Néanmoins, il faut être d’un groupe. Le député ne peut pas plus s’affranchir du groupe que le candidat du comité. Voici l’alternative : en être ou ne pas être ; en être, ne fût-ce que du groupe des indépendans, des sauvages, de ceux qui ne sont pas d’un groupe. Comme tout, dans l’État, tient au nombre, le groupe pèse et peut en proportion du nombre, et chaque député pèse et peut en proportion de ce qu’ils sont de membres à son groupe. S’ils sont cinquante, il est multiplié cinquante fois par lui-même, j’entends pour ce qui est sa besogne journalière : de décrocher des vases de Sèvres, des palmes académiques, des croix du Mérite agricole. Il ne représente rien, qu’un comité qui ne représente rien ; mais devant les ministres, dans la bascule parlementaire, il représente son groupe, et ici, par un miracle de l’arithmétique, zéro multiplié cinquante fois donne cinquante. Non seulement, plus le groupe est nombreux, plus le député devient redoutable et cher aux ministres, mais plus il est en passe et en posture de devenir ministre à son tour. Un homme de génie, hors du groupe, ne le serait pas ; un Richelieu, un Colbert ne le seraient pas, ne représentant l’un que Richelieu, l’autre que Colbert ; mais, sans génie, dans le groupe et avec le groupe, on peut l’être, et ce monsieur l’a bien été, par la valeur de cinquante non-va leurs.

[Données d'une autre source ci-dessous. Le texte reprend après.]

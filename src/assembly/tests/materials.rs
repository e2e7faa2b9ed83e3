//! Which material goes on which body, and what is said about it.

use super::*;

const OWN: &str =
    "[material.light]\ndensity = \"1000 kg/m3\"\n[material.heavy]\ndensity = \"3000 kg/m3\"\n";

fn cubes(names: &[&str]) -> Vec<Block> {
    names.iter().map(|n| block(n, [0.0; 3], [1.0; 3])).collect()
}

fn of(blocks: Vec<Block>, text: &str) -> (Balance, Vec<Warned>) {
    let mut bench = Bench::new().mesh("a.obj", blocks);
    bench.of(&format!("[assembly]\nunit = \"m\"\n{OWN}{text}"))
}

fn masses(b: &Balance) -> Vec<(&str, f64)> {
    b.parts
        .iter()
        .map(|p| (p.path.as_str(), p.mass_kg))
        .collect()
}

#[test]
fn first_rule_wins_and_the_part_wins_over_all() {
    let (b, warned) = of(
        cubes(&["frame", "frame lid", "pin"]),
        "[[assign]]\nbody = \"frame\"\nmaterial = \"heavy\"\n\
         [[assign]]\nbody = \"frame*\"\nmaterial = \"LIGHT\"\n\
         [[part]]\nmesh = \"a.obj#frame\"\n[[part]]\nmesh = \"a.obj#frame lid\"\n\
         [[part]]\nmesh = \"a.obj#pin\"\nmaterial = \"heavy\"\n",
    );
    assert_eq!(
        masses(&b),
        [("frame", 3000.0), ("frame lid", 1000.0), ("pin", 3000.0)]
    );
    assert_eq!(kinds(&warned), [""; 0]);
    let rows: Vec<_> = b
        .by_material
        .iter()
        .map(|r| (r.material.as_deref(), r.mass_kg, r.parts))
        .collect();
    assert_eq!(
        rows,
        [(Some("heavy"), 6000.0, 2), (Some("light"), 1000.0, 1)]
    );
}

#[test]
fn globs_on_ids_and_on_paths() {
    let mut second = block("frame", [0.0; 3], [1.0; 3]);
    second.id = "frame/2".into();
    let blocks = vec![block("frame", [0.0; 3], [1.0; 3]), second];
    // `*` reaches over the `/` of an id; one rule may name a single body of two.
    let (b, _) = of(
        blocks,
        "[[assign]]\nbody = \"frame/2\"\nmaterial = \"heavy\"\n[[assign]]\nbody = \"fr*\"\nmaterial = \"light\"\n\
         [[part]]\nmesh = \"a.obj#frame\"\n[[part]]\nname = \"two\"\nmesh = \"a.obj#frame/2\"\nat = [9, 0, 0]\n",
    );
    assert_eq!(masses(&b), [("frame", 4000.0), ("two", 3000.0)]);
    assert_eq!(
        b.parts[0].materials,
        [Some("light".to_string()), Some("heavy".to_string())]
    );
    assert_eq!(b.parts[0].material, None);
    // A part rule names a repeat, an entry with all its repeats, or anything in a group.
    let (b, _) = of(
        cubes(&["w"]),
        "[[assign]]\npart = \"g/w#2\"\nmaterial = \"heavy\"\n[[assign]]\npart = \"g/w\"\nmaterial = \"light\"\n\
         [[group]]\nname = \"g\"\n[[group.part]]\nmesh = \"a.obj\"\nname = \"w\"\nplaces = [[0,0,0],[2,0,0],[4,0,0]]\n",
    );
    assert_eq!(
        masses(&b),
        [("g/w", 1000.0), ("g/w#2", 3000.0), ("g/w#3", 1000.0)]
    );
    // Both must match where both are given.
    let (b, _) = of(
        cubes(&["w"]),
        "[[assign]]\npart = \"b\"\nbody = \"w\"\nmaterial = \"heavy\"\n[[assign]]\nbody = \"*\"\nmaterial = \"light\"\n\
         [[part]]\nname = \"a\"\nmesh = \"a.obj\"\n[[part]]\nname = \"b\"\nmesh = \"a.obj\"\nat = [3, 0, 0]\n",
    );
    assert_eq!(masses(&b), [("a", 1000.0), ("b", 3000.0)]);
}

#[test]
fn materials_of_the_mesh_file_and_joined_names() {
    let mut cube = block("frame", [0.0; 3], [1.0; 3]);
    cube.materials = vec!["paint".into(), "zinc".into()];
    let part = "[[part]]\nmesh = \"a.obj\"\n";
    let rule = |body: &str, material: &str| {
        format!("[[assign]]\nbody = \"{body}\"\nmaterial = \"{material}\"\n")
    };
    let head = format!("[assembly]\nunit = \"m\"\n{OWN}");
    let both = rule("paint", "light") + &rule("zinc", "light");
    assert_eq!(
        of(vec![cube.clone()], &(both + part)).0.parts[0].mass_kg,
        1000.0
    );
    let mut bench = Bench::new().mesh("a.obj", vec![cube.clone()]);
    let differ = rule("paint", "light") + &rule("zinc", "heavy");
    let errors = bench.faults(&format!("{head}{differ}{part}"));
    assert_eq!(errors[0].kind, Kind::AmbiguousName, "{errors:#?}");
    let errors = bench.faults(&format!("{head}{}{part}", rule("paint", "light")));
    assert_eq!(errors[0].kind, Kind::AmbiguousName, "{errors:#?}");
    // A rule on the body's own name that comes first settles it.
    let settled = rule("frame", "heavy") + &differ;
    assert_eq!(of(vec![cube], &(settled + part)).0.parts[0].mass_kg, 3000.0);
    let mut split = block("frame", [0.0; 3], [1.0; 3]);
    split.joined = vec!["lid".into()];
    let mut bench = Bench::new().mesh("a.obj", vec![split]);
    let differ = rule("frame", "light") + &rule("lid", "heavy");
    let errors = bench.faults(&format!("{head}{differ}{part}"));
    assert_eq!(errors[0].kind, Kind::AmbiguousName, "{errors:#?}");
    let own = format!("{head}{differ}{part}material = \"heavy\"\n");
    bench.of(&own);
}

#[test]
fn warnings() {
    let (_, warned) = of(
        cubes(&["frame", "left", "over"]),
        "[[assign]]\nbody = \"nothing*\"\nmaterial = \"light\"\n[[part]]\nmesh = \"a.obj#frame\"\nmaterial = \"light\"\n",
    );
    assert_eq!(kinds(&warned), ["body-unused", "assign-unused"]);
    assert!(warned[0].1.contains("`left`, `over`"), "{warned:?}");
    assert_eq!(warned[1].2, Some(7));
    // The same body twice in one place is counted twice, which is hardly meant.
    let text = "[[part]]\nname = \"a\"\nmesh = \"a.obj#frame\"\nmaterial = \"light\"\n\
                [[part]]\nname = \"b\"\nmesh = \"a.obj\"\nmaterial = \"light\"\n";
    let (_, warned) = of(cubes(&["frame"]), text);
    assert_eq!(kinds(&warned), ["counted-twice"]);
    let (_, warned) = of(cubes(&["frame"]), &format!("{text}at = [1, 0, 0]\n"));
    assert_eq!(kinds(&warned), [""; 0]);
    let (_, warned) = of(
        cubes(&["frame"]),
        "[[part]]\nmesh = \"a.obj\"\nmaterial = \"light\"\ncount = 2\n",
    );
    assert_eq!(kinds(&warned), [""; 0]);
}

#[test]
fn measured_scales_and_shows_the_density() {
    let measured = |mass: &str, more: &str| {
        of(
            cubes(&["f"]),
            &format!("[[part]]\nmesh = \"a.obj\"\nmeasured = \"{mass}\"\n{more}"),
        )
    };
    let (b, warned) = measured("1040 kg", "material = \"light\"\n");
    let part = &b.parts[0];
    assert_eq!((part.mass_kg, part.basis), (1040.0, Basis::Measured));
    assert_eq!(part.implied_density_kg_m3, Some(1040.0));
    near(part.inertia_kg_m2.unwrap()[0][0], 1040.0 / 6.0);
    assert_eq!(kinds(&warned), [""; 0]);
    // Past 5 % where the material has no spread of its own.
    let (_, warned) = measured("1060 kg", "material = \"light\"\n");
    assert_eq!(kinds(&warned), ["implied-density"]);
    // 7850 ± 1 %: three spreads are 235.5 kg/m³.
    let own = "material = \"s\"\n[material.s]\ndensity = \"7850 kg/m3 ± 1 %\"\n";
    assert_eq!(kinds(&measured("8080 kg", own).1), [""; 0]);
    assert_eq!(kinds(&measured("8090 kg", own).1), ["implied-density"]);
    // Without a material the mass is spread evenly, and no density is claimed.
    let (b, _) = measured("12 kg", "");
    assert_eq!(
        (b.parts[0].mass_kg, b.parts[0].material.as_deref()),
        (12.0, None)
    );
    assert_eq!(b.by_material[0].material, None);
}

#[test]
fn expectations() {
    let expect = |text: &str| {
        let (b, _) = of(
            vec![block("f", [0.0; 3], [0.1, 0.2, 0.4])],
            &format!(
                "[[part]]\nmesh = \"a.obj\"\nmaterial = \"light\"\nat = [7, 7, 7]\n\
                      turn = {{ axis = \"x\", angle = \"90 deg\" }}\nexpect = {{ {text} }}\n"
            ),
        );
        let broken = |e: &&Expectation| e.verdict == crate::limits::Verdict::Broken;
        let names = b
            .expectations
            .iter()
            .filter(broken)
            .map(|e| e.quantity)
            .collect::<Vec<_>>();
        assert_eq!(b.exit(), u8::from(!names.is_empty()));
        names.join(" ")
    };
    // The part's own frame: neither turned nor moved.
    let good =
        "volume = \"8000 cm3\", mass = \"8 kg\", size = [0.1, 0.2, 0.4], centre = [0.05, 0.1, 0.2]";
    assert_eq!(expect(good), "");
    // ± 0.1 % where no tolerance is stated.
    assert_eq!(expect("volume = \"8008 cm3\", mass = \"8.007 kg\""), "");
    assert_eq!(
        expect("volume = \"8009 cm3\", mass = \"8.01 kg\""),
        "volume mass"
    );
    assert_eq!(expect("mass = \"8.1 kg ± 2 %\""), "");
    assert_eq!(expect("mass = \"8.1 kg ± 99 g\""), "mass");
    assert_eq!(expect("size = [0.1, 0.4, 0.2]"), "size.y size.z");
    assert_eq!(expect("centre = [0.05, 0.1, 0.2003]"), "centre.z");
    // A wrong unit.
    assert_eq!(
        expect("size = [\"100 mm\", \"200 mm\", \"400 in\"]"),
        "size.z"
    );
    // Nothing is 0.1 % of zero: 0.1 % of the diagonal (0.458 m) then.
    let at_zero = |x: f64| {
        let (b, _) = of(
            vec![block("f", [x - 0.05, 0.0, 0.0], [x + 0.05, 0.2, 0.4])],
            "[[part]]\nmesh = \"a.obj\"\nmaterial = \"light\"\nexpect = { centre = [0, 0.1, 0.2] }\n",
        );
        b.exit()
    };
    assert_eq!((at_zero(0.000_45), at_zero(0.000_47)), (0, 1));
}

Ainsi se forge et se rive toute une chaîne de dépendances : le ministre dépend des chefs de groupes, qui dépendent des députés, qui dépendent des comités, qui confisquent le suffrage dit universel, et ainsi, au bout de la chaîne, au dernier anneau, partout et toujours le pouvoir traîne le boulet du nombre. De là l’humiliante médiocrité, l’affligeante stérilité de la politique actuelle, et elle ne peut pas, sous ce régime, ne pas être médiocre et stérile. Sous ce régime, le Moyen de parvenir ne remplit pas un gros traité. On y « parvient » au choix ou à l’ancienneté. Pour l’ancienneté, il suffit, avant de vouloir être député, d’avoir été conseiller municipal, conseiller d’arrondissement et puis conseiller général. Pour le choix, il faut ne porter ombrage à personne et subir les conditions de X, Y, Z. Tout ce qui dépasse est écarté ou abattu du coup, sauf de très rares exceptions et, comme l’on dit, elles confirment la règle.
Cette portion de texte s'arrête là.